Der DTM-Fahrer Jake Dennis fährt mit seinem Aston Martin-Rennwagen über eine Rennstrecke. Bild: dpa

Schon einmal musste die DTM zu neuem Leben erweckt werden. Mit dem Einstieg von Aston Martin steht wieder eine Zäsur bevor. Der Name der britischen Nobelmarke rettet die DTM einstweilen. Doch wie lange reicht der neue Schwung?

          1984 war in Deutschland eine neue Rennsportserie ins Leben gerufen worden. Ihr Name: Deutsche Tourenwagen-Meisterschaft, kurz DTM. Weil der Rennbetrieb nach der Saison 1996 nach dem Ausstieg von Alfa Romeo und Opel wegen explodierender Kosten eingestellt wurde, spricht man heute von der alten DTM. Drei Jahre später, zur Saison 2000, wurde die Tourenwagen-Rennserie wieder zum Leben erweckt. Konsequenterweise wurde diese als die neue DTM angekündigt. In diesem Jahr findet wieder eine Zäsur statt. Ist das jetzt die DTM 2.0? Diese Bezeichnung würde zumindest einer gewissen Logik folgen. Denn statt der 19 Jahre eingesetzten Achtzylindermotoren mit vier Litern Hubraum kommen nun moderne Turboaggregate zum Einsatz. Die vier Zylinder bilden einen Hubraum von zwei Litern. Downsizing heißt das Motto. Damit gibt es Parallelen zu den Serienprodukten.

          Doch nicht nur die Triebwerke sind neu. Viele Fans werden zunächst einmal Mercedes-Benz vermissen. Nach 30 Jahren, elf Fahrertiteln und 195 Siegen in der Tourenwagenserie ist der Stuttgarter Autohersteller ausgestiegen, um künftig neben der Formel 1 elektrisch in der Formel E technische Kompetenz zu beweisen. Zur Freude von Serienchef Gerhard Berger konnte jedoch adäquater Ersatz gefunden werden. Der britische Sportwagenbauer Aston Martin löste die Lizenz zum Mitrennen. Dies wird zwar als Werkseinsatz des James-Bond-Ausstatters deklariert, tatsächlich steckt das private Team R-Motorsport aus der Schweiz dahinter.
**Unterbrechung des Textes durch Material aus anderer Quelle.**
/**
 * The connection to PostgreSQL and the unit of work. Inside `withShop` every query runs in one transaction under
 * the shop's row security, found through the asynchronous context; outside one, a shop's table cannot be read.
 */
import { AsyncLocalStorage, AsyncResource } from 'node:async_hooks';
import { QueryTypes, Sequelize } from 'sequelize';
import { registerModels } from '#server/models/index';

type Context = Map<string, unknown>;
const als = new AsyncLocalStorage<Context>();
const SHOP = 'shop';

// Sequelize types its namespace by a library that it does not need: these four functions are all it calls.
const namespace = {
  run: (fn: (context: Context | undefined) => unknown) =>
    als.run(new Map(als.getStore() ?? []), () => fn(als.getStore())),
  get: (key: string) => als.getStore()?.get(key),
  set: (key: string, value: unknown) => als.getStore()?.set(key, value),
  bind: (fn: (...args: unknown[]) => unknown) => AsyncResource.bind(fn),
};
Sequelize.useCLS(namespace);

export interface DbOptions {
  url: string;
  role: string;
  /** Connections at most; see POOLS. */
  pool: number;
  applicationName?: string;
}

/** Connections per process. Together they stay far below the 200 that our own cluster allows. */
export const POOLS = { web: 10, worker: 8, workerOwner: 6, sessions: 4, tool: 4 } as const;

/** The address with the role taken at connection start: the login itself owns nothing and sees nothing. */
export function asRole(url: string, role: string): string {
  const address = new URL(url);
  address.searchParams.set('options', `-c role=${role}`);
  return address.href;
}

/** Opens the pool of a process and binds the models to it. */
export function openDb(options: DbOptions): Sequelize {
  const sequelize = new Sequelize(asRole(options.url, options.role), {
    dialect: 'postgres',
    logging: false,
    pool: { max: options.pool, min: 0, idle: 10_000, acquire: 5_000 },
    dialectOptions: { application_name: options.applicationName ?? 'benchbell', keepAlive: true },
  });
  registerModels(sequelize);
  current = sequelize;
  return sequelize;
}

let current: Sequelize | undefined;

/** The process's connection. */
export function db(): Sequelize {
  if (!current) throw new Error('the database is not open');
  return current;
}

/** Whether this call stands inside a unit of work. Adapters to the outside refuse when it does. */
export function inUnit(): boolean {
  return als.getStore()?.has(SHOP) ?? false;
}

/** The shop of the present unit of work. */
export function unitShop(): string {
  const shopId = als.getStore()?.get(SHOP);
  if (typeof shopId !== 'string') throw new Error('outside a unit of work');
  return shopId;
}

/** Adapters call this first: nothing slow or lost-forever happens while a transaction holds locks. */
export function refuseInUnit(what: string): void {
  if (inUnit()) throw new Error(`${what} inside a unit of work`);
}

/** Deadlocks and serialization failures: the whole unit is run again, as nothing of it has happened. */
const AGAIN = new Set(['40001', '40P01']);
const TRIES = 3;

/**
 * Runs one act of one shop in one transaction. Never nested, nothing in parallel inside, no HTTP, SMTP or hashing
 * inside.
 */
export async function withShop<T>(shopId: string, act: () => Promise<T>): Promise<T> {
  if (inUnit()) throw new Error('a unit of work inside another');
  for (let attempt = 1; ; attempt += 1) {
    try {
      return await runUnit(shopId, act);
    } catch (error) {
      if (attempt >= TRIES || !AGAIN.has(sqlState(error) ?? '')) throw error;
    }
  }
}

function runUnit<T>(shopId: string, act: () => Promise<T>): Promise<T> {
  return als.run(new Map([[SHOP, shopId]]), () =>
    db().transaction(async () => {
      await db().query("select set_config('app.shop', $1, true)", { bind: [shopId] });
      return act();
    }),
  );
}

/** Rows of a raw statement, in the present unit of work if there is one. */
export async function rows<T extends object>(sql: string, bind: unknown[] = []): Promise<T[]> {
  return db().query<T>(sql, { bind, type: QueryTypes.SELECT });
}

/** Runs a raw statement and returns the rows it gives back (`returning`). */
export async function run<T extends object>(sql: string, bind: unknown[] = []): Promise<T[]> {
  const [result] = await db().query(sql, { bind });
  return result as T[];
}

/** The SQLSTATE of a database error, if it is one. */
export function sqlState(error: unknown): string | undefined {
  const original = (error as { original?: { code?: unknown } } | null)?.original;
  return typeof original?.code === 'string' ? original.code : undefined;
}

/** The name of the constraint that a database error speaks of. */
export function constraintOf(error: unknown): string | undefined {
  const original = (error as { original?: { constraint?: unknown } } | null)?.original;
  return typeof original?.constraint === 'string' ? original.constraint : undefined;
}

/**
 * Refuses to start on a connection that row security does not bind.
 * @throws Error naming the role
 */
export async function refuseStrongRole(sequelize: Sequelize): Promise<void> {
  const [role] = await sequelize.query<{ name: string; strong: boolean }>(
    'select rolname as name, rolsuper or rolbypassrls as strong from pg_roles where rolname = current_user',
    { type: QueryTypes.SELECT },
  );
  if (!role?.strong) return;
  throw new Error(
    `The database role ${role.name} is a superuser or bypasses row security, so shops would not be apart. Use a role that is neither.`,
  );
}
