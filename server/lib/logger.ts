import pino, { type Logger } from 'pino';
import type { Env } from '#server/env';

/** Addresses that are secrets: stub, password and unsubscribe links. */
const SECRET_PATHS = /(\/(?:t|u|password-links|password)\/)[\w-]{10,}/g;

/** A path or address as it may be logged. */
export function maskSecrets(address: string): string {
  return address.replace(SECRET_PATHS, '$1…');
}

/** The process's logger: one JSON line an event, secrets left out. */
export function createLogger(env: Pick<Env, 'LOG_LEVEL'>, name: string): Logger {
  return pino({
    name,
    level: env.LOG_LEVEL,
    redact: ['password', 'code', 'token', '*.password', '*.code', '*.token'],
  });
}
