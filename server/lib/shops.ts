import { AppError } from '#server/errors';
import { withShop } from './db';
import { Shop, ShopSettings } from '#server/models/index';

/** A shop with its settings. */
export interface ShopProfile {
  id: string;
  slug: string;
  name: string;
  zone: string;
  settings: ShopSettings;
}

/** The settings of the shop of the present unit of work. */
export async function settingsOf(shopId: string): Promise<ShopSettings> {
  const settings = await ShopSettings.findOne({ where: { shopId } });
  if (!settings) throw new Error(`shop ${shopId} has no settings`);
  return settings;
}

/**
 * The shop that an address names.
 * @throws AppError not_found, also for a suspended shop
 */
export async function shopBySlug(slug: string): Promise<ShopProfile> {
  const shop = /^[a-z0-9-]{1,64}$/.test(slug)
    ? await Shop.findOne({ where: { slug, suspendedAt: null } })
    : null;
  if (!shop) throw new AppError('not_found');
  return withShop(shop.id, () => profileOf(shop));
}

/** The shop of the present unit of work, with its settings. */
export async function unitShopOf(shopId: string): Promise<ShopProfile> {
  const shop = await Shop.findByPk(shopId);
  if (!shop) throw new AppError('not_found');
  return profileOf(shop);
}

async function profileOf(shop: Shop): Promise<ShopProfile> {
  const { id, slug, name, zone } = shop;
  return { id, slug, name, zone, settings: await settingsOf(id) };
}
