import type { Ctx } from './context';
import { shopBySlug, type ShopProfile } from './shops';
import type { LoadInput } from '#server/routes/route';

/** Loads the shop that the address names. */
export const loadShop = ({ params }: LoadInput): Promise<ShopProfile> => shopBySlug(params.shop ?? '');

/** The context of an act in the shop that the address names; whoever is signed in elsewhere is nobody here. */
export function atShop(ctx: Ctx, shop: Pick<ShopProfile, 'id'>): Ctx {
  return { ...ctx, shopId: shop.id, actor: ctx.actor?.shopId === shop.id ? ctx.actor : null };
}
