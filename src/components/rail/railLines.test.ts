import { describe, expect, it } from 'vitest';
import type { RailJob } from '#shared/schemas/job';
import { acrossIn, linesOf } from './railLines';

const tags = (count: number) => Array.from({ length: count }, (_, at) => ({ id: `tag ${at}` }) as RailJob);
const hung = (count: number, free: number | null, across: number | null) =>
  linesOf(tags(count), free, across).map((line) => [line.jobs.length, line.pegs]);

describe('how the tags of one rail hang', () => {
  it('hangs below what does not fit beside, on steel that runs to the edge', () => {
    expect(hung(9, null, 5)).toEqual([
      [5, 5],
      [4, 5],
    ]);
    expect(hung(0, null, 5)).toEqual([[0, 5]]);
    expect(hung(5, null, 5)).toEqual([[5, 5]]);
  });

  it('keeps a limited rail as long as its pegs', () => {
    expect(hung(3, 1, 5)).toEqual([[3, 4]]);
    expect(hung(2, 2, 3)).toEqual([
      [2, 3],
      [0, 1],
    ]);
    expect(hung(7, 0, 5)).toEqual([
      [5, 5],
      [2, 2],
    ]);
  });

  it('runs on sideways on a phone', () => {
    expect(hung(9, null, null)).toEqual([[9, 9]]);
    expect(hung(2, null, null)).toEqual([[2, 5]]);
    expect(hung(3, 1, null)).toEqual([[3, 4]]);
  });

  it('loses no tag and keeps their order', () => {
    const all = linesOf(tags(11), null, 4).flatMap((line) => line.jobs.map((job) => job.id));
    expect(all).toEqual(tags(11).map((job) => job.id));
  });

  it.each([
    [0, 1],
    [400, 1],
    [632, 3],
    [1168, 5],
    [3000, 5],
  ])('in %i px hang %i side by side', (width, count) => expect(acrossIn(width)).toBe(count));
});
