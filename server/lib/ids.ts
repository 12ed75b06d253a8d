import { createHash, createHmac, randomBytes, randomInt, randomUUID } from 'node:crypto';

/** A new row's id. */
export const newId = (): string => randomUUID();

/** A whole number in [0, n) from the system's random source. */
export const pick = (n: number): number => randomInt(n);

/** What is stored of a secret that is found by itself: a link, a session id, a one-time link. */
export function hashToken(token: string): string {
  return createHash('sha256').update(token).digest('hex');
}

/** A secret that cannot be guessed, for addresses. 192 bits. */
export const newToken = (): string => randomBytes(24).toString('base64url');

/** The token of a stub link: 132 bits that only the key's holder can make from the link's id. */
export function linkToken(linkKey: string, linkId: string): string {
  return createHmac('sha256', Buffer.from(linkKey, 'hex')).update(linkId).digest('base64url').slice(0, 22);
}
          Dass dieses Aston-Martin-Engagement zustande kam, liegt an einer Neuausrichtung der DTM, weg von einer nationalen Serie hin zur internationalen Meisterschaft. Vor zehn Jahren hatte Hans-Werner Aufrecht als damaliger Vorsitzender des DTM-Serienbetreibers ITR mit Masaaki Bandoh, seinem Pendant in der Super-GT-Serie in Japan, Kontakt aufgenommen. Im Oktober 2012 wurde per Pressemitteilung verkündet: „DTM und japanische Super-GT starten 2014 gemeinsam durch.“ Ziel war es, dass sowohl die japanischen Hersteller als auch die deutschen Autobauer an der jeweils anderen Serie teilnehmen können. Erst fünf Jahre später kam es zu einem gemeinsamen Reglement. Verhandlungen mit der amerikanischen IMSA-Serie waren im Sande verlaufen, die Amerikaner waren nicht interessiert.

          Es hapert am Umsetzungswillen

          „Durch das Class-one-Reglement gibt es mehr Ansätze, weltweit mit der Marke Aston Martin zu fahren“, sagt Florian Kamelger. Mit seinem Partner Andreas Baenziger, gemeinsam verkaufen sie in Niederwil bei St. Gallen als Einzige in der Schweiz exklusiv Aston-Martin-Fahrzeuge, hat er den Einstieg von R-Motorsport initiiert. Wegen der Partnerschaft der britischen Luxusmarke mit dem Red-Bull-Formel-1-Team sollte zunächst ein Triebwerk von Honda, dem neuen Motorenpartner des Brauseteams in der Formel 1, den Vantage antreiben. Doch der Deal kam nicht zustande.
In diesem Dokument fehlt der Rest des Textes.